Task prompt >> Once you find the line containing "hosts may disagree" in the data below, copy it and each following line exactly, up to and including the line containing "by the engine's clock", and nothing else.

Available records >>
◆ ◆ ◆ ◆

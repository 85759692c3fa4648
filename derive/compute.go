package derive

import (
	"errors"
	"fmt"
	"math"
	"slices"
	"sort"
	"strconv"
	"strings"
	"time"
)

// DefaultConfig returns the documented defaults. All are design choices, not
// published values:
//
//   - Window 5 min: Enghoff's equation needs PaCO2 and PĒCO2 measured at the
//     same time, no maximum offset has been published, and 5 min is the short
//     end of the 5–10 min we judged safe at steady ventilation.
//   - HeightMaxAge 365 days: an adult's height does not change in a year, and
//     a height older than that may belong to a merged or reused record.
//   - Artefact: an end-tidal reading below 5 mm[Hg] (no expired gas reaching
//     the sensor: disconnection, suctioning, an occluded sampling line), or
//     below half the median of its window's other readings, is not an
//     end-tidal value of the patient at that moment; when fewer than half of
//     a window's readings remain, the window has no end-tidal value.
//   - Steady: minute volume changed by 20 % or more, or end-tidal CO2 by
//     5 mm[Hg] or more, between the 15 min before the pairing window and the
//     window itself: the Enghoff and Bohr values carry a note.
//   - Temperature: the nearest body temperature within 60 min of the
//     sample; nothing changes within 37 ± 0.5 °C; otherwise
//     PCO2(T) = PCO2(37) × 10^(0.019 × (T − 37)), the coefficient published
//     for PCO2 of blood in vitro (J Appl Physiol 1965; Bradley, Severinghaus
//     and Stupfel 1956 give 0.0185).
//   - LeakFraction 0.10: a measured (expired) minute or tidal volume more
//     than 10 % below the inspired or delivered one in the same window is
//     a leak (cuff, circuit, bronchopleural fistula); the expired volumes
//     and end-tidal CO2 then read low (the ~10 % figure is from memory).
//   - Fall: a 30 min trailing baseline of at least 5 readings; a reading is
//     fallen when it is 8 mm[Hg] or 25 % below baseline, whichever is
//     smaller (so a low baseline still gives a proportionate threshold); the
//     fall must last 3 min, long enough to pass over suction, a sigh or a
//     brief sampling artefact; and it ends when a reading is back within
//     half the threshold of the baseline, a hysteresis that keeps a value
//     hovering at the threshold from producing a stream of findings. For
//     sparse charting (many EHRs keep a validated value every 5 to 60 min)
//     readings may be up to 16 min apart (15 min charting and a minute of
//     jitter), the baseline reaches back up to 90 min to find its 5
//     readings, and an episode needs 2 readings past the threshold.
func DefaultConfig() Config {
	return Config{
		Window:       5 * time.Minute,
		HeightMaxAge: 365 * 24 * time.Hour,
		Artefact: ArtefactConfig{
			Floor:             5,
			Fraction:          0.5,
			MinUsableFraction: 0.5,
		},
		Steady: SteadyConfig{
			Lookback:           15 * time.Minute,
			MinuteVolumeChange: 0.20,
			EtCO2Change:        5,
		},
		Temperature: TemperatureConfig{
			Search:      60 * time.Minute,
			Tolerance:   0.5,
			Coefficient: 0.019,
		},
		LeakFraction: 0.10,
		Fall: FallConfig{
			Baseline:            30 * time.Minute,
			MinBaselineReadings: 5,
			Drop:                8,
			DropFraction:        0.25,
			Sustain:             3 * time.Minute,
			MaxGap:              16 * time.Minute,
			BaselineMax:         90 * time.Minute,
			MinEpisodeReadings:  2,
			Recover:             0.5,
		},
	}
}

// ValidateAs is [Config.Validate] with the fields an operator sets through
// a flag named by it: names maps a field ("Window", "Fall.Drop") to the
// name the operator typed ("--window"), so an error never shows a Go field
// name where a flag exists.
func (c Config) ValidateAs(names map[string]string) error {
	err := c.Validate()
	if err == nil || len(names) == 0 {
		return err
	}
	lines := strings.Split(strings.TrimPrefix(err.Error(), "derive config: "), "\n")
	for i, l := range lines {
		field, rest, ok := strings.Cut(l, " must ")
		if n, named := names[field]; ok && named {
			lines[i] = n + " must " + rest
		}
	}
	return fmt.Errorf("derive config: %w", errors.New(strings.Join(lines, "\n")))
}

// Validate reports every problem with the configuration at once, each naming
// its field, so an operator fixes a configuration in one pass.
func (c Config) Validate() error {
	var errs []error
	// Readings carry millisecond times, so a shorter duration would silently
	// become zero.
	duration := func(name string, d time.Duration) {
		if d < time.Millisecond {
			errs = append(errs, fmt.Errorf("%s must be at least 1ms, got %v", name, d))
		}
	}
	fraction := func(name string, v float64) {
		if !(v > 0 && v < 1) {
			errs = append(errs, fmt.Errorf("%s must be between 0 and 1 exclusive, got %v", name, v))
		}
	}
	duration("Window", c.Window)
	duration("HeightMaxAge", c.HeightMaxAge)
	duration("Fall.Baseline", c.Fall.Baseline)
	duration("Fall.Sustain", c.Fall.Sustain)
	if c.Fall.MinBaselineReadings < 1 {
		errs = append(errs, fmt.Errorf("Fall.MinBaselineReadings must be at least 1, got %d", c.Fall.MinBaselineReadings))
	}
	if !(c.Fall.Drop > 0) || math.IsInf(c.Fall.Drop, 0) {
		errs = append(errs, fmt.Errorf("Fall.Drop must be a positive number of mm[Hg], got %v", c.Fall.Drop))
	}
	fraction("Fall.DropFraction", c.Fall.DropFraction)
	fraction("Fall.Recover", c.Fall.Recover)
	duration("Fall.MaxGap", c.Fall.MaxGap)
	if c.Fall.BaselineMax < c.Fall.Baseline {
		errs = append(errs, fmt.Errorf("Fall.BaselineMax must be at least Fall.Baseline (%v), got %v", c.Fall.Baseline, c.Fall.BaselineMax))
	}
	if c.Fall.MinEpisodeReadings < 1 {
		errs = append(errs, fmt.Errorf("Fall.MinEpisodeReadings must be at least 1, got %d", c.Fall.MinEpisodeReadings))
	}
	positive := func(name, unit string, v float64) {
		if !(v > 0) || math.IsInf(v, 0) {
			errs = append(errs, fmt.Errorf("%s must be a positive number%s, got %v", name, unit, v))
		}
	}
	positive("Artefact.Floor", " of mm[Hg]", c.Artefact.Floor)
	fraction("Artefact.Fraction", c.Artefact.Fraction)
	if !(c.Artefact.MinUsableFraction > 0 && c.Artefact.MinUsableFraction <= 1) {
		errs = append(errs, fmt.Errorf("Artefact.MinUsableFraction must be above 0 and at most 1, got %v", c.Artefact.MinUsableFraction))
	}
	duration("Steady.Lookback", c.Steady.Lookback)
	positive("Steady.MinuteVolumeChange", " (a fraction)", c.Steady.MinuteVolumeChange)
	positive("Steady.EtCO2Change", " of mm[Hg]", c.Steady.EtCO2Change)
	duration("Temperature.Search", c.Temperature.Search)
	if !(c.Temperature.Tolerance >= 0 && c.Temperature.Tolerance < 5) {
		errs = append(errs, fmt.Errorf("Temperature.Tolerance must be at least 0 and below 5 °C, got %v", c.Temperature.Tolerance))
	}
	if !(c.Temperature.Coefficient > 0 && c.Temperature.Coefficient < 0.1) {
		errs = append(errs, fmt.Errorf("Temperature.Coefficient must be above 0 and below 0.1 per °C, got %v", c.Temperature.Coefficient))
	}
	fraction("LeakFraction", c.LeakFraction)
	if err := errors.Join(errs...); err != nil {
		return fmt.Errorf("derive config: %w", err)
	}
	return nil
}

◆ ◆ ◆ ◆

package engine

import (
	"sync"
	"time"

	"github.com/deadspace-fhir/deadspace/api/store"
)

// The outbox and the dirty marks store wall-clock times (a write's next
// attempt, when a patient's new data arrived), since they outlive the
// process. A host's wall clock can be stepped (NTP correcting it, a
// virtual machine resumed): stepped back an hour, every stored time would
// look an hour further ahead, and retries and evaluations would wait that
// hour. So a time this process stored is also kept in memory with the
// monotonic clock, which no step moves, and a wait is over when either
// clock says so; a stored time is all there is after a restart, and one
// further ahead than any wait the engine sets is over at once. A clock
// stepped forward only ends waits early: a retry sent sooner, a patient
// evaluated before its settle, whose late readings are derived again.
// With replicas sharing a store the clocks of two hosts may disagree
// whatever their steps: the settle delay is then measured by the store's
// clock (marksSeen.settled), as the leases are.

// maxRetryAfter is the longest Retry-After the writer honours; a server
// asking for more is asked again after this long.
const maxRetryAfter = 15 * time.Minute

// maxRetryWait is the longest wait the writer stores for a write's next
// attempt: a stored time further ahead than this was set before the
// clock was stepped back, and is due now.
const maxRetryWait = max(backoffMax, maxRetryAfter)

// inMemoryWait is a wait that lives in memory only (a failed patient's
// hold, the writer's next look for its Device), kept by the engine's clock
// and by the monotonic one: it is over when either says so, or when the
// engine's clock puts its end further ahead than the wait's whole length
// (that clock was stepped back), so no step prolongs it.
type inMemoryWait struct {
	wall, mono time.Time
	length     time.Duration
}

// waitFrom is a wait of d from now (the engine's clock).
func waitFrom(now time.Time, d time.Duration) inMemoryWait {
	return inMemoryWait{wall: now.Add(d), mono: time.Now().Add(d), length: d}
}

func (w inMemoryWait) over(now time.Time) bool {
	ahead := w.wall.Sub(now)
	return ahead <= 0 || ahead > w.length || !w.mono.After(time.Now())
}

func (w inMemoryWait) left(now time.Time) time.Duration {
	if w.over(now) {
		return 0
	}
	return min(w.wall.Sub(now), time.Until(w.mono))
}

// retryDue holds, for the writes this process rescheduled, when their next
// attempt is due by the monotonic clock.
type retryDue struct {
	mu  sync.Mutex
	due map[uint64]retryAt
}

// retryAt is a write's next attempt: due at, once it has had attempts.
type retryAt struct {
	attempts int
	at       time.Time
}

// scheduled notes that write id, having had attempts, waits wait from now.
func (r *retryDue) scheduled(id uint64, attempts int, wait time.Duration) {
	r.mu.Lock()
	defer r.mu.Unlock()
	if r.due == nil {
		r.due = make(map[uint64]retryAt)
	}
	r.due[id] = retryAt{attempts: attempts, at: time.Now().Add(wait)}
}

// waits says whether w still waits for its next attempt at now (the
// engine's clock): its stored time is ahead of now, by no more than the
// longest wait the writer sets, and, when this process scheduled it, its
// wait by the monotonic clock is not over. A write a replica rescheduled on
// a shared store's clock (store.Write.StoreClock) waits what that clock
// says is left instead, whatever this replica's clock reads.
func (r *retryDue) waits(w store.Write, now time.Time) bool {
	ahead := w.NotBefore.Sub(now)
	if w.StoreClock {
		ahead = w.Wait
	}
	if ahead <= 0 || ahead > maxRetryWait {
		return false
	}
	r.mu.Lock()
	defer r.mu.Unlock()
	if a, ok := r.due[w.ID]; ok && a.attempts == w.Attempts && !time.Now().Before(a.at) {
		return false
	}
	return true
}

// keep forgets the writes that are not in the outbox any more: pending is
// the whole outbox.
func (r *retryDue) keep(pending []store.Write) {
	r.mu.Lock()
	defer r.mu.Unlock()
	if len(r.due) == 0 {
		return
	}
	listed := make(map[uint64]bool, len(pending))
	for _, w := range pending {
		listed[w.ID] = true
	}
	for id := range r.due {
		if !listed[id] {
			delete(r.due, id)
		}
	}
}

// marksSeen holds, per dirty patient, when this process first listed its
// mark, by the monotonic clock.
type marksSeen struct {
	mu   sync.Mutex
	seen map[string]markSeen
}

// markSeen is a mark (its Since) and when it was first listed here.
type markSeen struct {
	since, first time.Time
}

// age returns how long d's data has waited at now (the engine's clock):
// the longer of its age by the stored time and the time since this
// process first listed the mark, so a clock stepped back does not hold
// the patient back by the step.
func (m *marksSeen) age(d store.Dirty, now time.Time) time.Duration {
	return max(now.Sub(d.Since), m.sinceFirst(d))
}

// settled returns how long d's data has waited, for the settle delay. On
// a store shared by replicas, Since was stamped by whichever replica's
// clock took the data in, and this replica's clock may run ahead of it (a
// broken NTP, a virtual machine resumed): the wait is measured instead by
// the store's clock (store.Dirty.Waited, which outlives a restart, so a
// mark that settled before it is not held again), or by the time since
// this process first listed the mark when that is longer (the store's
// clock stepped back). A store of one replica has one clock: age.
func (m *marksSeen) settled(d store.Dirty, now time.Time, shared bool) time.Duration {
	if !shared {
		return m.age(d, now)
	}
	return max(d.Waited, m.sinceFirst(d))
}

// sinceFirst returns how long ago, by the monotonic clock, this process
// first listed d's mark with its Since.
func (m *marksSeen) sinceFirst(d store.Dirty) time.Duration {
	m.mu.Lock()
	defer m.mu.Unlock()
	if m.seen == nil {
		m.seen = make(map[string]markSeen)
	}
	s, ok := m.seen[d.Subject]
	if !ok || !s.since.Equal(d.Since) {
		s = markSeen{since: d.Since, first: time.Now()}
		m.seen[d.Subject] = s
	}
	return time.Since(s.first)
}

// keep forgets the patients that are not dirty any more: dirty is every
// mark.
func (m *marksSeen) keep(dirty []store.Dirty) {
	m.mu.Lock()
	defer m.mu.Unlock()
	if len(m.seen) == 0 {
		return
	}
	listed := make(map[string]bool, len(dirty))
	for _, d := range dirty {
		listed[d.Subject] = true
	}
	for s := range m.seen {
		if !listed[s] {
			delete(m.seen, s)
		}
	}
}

◆ ◆ ◆ ◆

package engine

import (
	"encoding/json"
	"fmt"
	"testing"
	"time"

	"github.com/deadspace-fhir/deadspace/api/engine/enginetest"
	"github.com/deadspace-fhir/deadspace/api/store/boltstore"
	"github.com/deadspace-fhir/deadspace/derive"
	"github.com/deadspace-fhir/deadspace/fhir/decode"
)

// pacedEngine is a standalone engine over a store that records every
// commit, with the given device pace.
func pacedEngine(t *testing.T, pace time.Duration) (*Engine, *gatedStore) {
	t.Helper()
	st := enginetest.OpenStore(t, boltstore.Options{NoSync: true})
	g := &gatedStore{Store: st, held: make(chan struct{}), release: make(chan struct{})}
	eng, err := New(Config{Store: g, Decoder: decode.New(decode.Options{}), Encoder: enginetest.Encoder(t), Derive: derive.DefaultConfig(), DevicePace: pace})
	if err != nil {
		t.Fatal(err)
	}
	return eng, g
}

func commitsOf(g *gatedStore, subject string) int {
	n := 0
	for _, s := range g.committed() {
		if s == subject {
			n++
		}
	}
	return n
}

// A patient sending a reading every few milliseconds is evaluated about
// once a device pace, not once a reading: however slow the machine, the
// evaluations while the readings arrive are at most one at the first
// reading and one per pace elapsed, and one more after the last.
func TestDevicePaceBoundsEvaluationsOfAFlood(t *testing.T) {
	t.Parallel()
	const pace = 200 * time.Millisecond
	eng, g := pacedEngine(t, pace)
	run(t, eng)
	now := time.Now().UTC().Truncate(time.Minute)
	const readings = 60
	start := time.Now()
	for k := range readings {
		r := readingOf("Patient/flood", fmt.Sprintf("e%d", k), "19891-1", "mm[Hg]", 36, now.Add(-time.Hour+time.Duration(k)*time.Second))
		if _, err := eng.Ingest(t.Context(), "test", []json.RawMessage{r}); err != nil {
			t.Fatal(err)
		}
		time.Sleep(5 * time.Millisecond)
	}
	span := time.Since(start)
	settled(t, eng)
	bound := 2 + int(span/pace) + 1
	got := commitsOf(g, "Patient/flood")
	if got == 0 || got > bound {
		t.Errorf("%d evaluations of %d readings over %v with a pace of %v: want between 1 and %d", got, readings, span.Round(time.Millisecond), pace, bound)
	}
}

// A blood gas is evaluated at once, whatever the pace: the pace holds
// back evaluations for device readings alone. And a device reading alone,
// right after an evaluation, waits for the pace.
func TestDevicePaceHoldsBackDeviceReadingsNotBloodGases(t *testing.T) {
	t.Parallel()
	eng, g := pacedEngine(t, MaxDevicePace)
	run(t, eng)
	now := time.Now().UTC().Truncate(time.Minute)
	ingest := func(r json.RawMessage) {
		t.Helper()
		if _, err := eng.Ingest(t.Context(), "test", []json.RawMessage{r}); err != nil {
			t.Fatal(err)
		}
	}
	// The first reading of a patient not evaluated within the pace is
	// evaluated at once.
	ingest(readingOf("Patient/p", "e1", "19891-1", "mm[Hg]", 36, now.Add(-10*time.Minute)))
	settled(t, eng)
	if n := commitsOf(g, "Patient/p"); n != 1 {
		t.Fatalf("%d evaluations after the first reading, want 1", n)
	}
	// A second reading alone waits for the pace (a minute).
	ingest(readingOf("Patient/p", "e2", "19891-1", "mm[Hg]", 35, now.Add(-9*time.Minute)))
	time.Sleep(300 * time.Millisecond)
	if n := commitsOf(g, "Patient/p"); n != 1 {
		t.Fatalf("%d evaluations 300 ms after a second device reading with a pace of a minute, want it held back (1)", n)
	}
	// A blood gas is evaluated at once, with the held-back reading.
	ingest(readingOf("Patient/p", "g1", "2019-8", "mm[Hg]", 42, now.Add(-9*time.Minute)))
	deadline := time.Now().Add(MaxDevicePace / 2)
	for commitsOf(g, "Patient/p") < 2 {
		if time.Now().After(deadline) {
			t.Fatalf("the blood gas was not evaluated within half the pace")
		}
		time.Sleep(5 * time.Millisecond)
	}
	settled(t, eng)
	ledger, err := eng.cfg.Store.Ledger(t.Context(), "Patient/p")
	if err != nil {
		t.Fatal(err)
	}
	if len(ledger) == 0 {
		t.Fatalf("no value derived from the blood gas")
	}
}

◆ ◆ ◆ ◆

Response >>
// With replicas sharing a store the clocks of two hosts may disagree
// whatever their steps: the settle delay is then measured by the store's
// clock (marksSeen.settled), as the leases are.

// maxRetryAfter is the longest Retry-After the writer honours; a server
// asking for more is asked again after this long.
const maxRetryAfter = 15 * time.Minute

// maxRetryWait is the longest wait the writer stores for a write's next
// attempt: a stored time further ahead than this was set before the
// clock was stepped back, and is due now.
const maxRetryWait = max(backoffMax, maxRetryAfter)

// inMemoryWait is a wait that lives in memory only (a failed patient's
// hold, the writer's next look for its Device), kept by the engine's clock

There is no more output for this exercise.